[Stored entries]
※

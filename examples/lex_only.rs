//! Read and lex files without analysing them: the baseline that
//! `benches/compare.sh` times `stoik check` against.

fn main() {
    let mut tokens = 0usize;
    let mut bytes = 0usize;
    for path in std::env::args().skip(1) {
        match std::fs::read(&path) {
            Ok(b) => {
                bytes += b.len();
                let text = String::from_utf8_lossy(&b);
                tokens += stoik::syntax::lexer::lex(&text).len();
            }
            Err(e) => {
                eprintln!("error: {path}: {e}");
                std::process::exit(2);
            }
        }
    }
    println!("{bytes} bytes, {tokens} tokens");
}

※

→ ABOUT THIS TASK
Would you restate every record word for word?

→ SOLUTION FOR THIS TASK
filename examples/lex_only.rs
//! Read and lex files without analysing them: the baseline that
//! `benches/compare.sh` times `stoik check` against.

fn main() {
    let mut tokens = 0usize;
    let mut bytes = 0usize;
    for path in std::env::args().skip(1) {
        match std::fs::read(&path) {
            Ok(b) => {
                bytes += b.len();
                let text = String::from_utf8_lossy(&b);
                tokens += stoik::syntax::lexer::lex(&text).len();
            }
            Err(e) => {
                eprintln!("error: {path}: {e}");
                std::process::exit(2);
            }
        }
    }
    println!("{bytes} bytes, {tokens} tokens");
}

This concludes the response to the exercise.